Task brief —
Repeat each entry below without omitting a single word.
========================================
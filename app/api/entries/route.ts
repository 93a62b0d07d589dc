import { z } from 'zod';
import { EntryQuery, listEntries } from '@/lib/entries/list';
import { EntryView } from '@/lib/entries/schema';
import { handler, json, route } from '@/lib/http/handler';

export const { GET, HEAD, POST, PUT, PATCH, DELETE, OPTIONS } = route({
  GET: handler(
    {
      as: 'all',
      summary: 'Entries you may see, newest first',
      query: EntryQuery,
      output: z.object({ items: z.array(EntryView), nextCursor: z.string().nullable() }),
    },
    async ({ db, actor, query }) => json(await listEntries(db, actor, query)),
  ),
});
========================================
Answer below —
filename app/api/entries/route.ts
repository 93a62b0d07d589dc
import { z } from 'zod';
import { EntryQuery, listEntries } from '@/lib/entries/list';
import { EntryView } from '@/lib/entries/schema';
import { handler, json, route } from '@/lib/http/handler';

export const { GET, HEAD, POST, PUT, PATCH, DELETE, OPTIONS } = route({
  GET: handler(
    {
      as: 'all',
      summary: 'Entries you may see, newest first',
      query: EntryQuery,
      output: z.object({ items: z.array(EntryView), nextCursor: z.string().nullable() }),
    },
    async ({ db, actor, query }) => json(await listEntries(db, actor, query)),
  ),
});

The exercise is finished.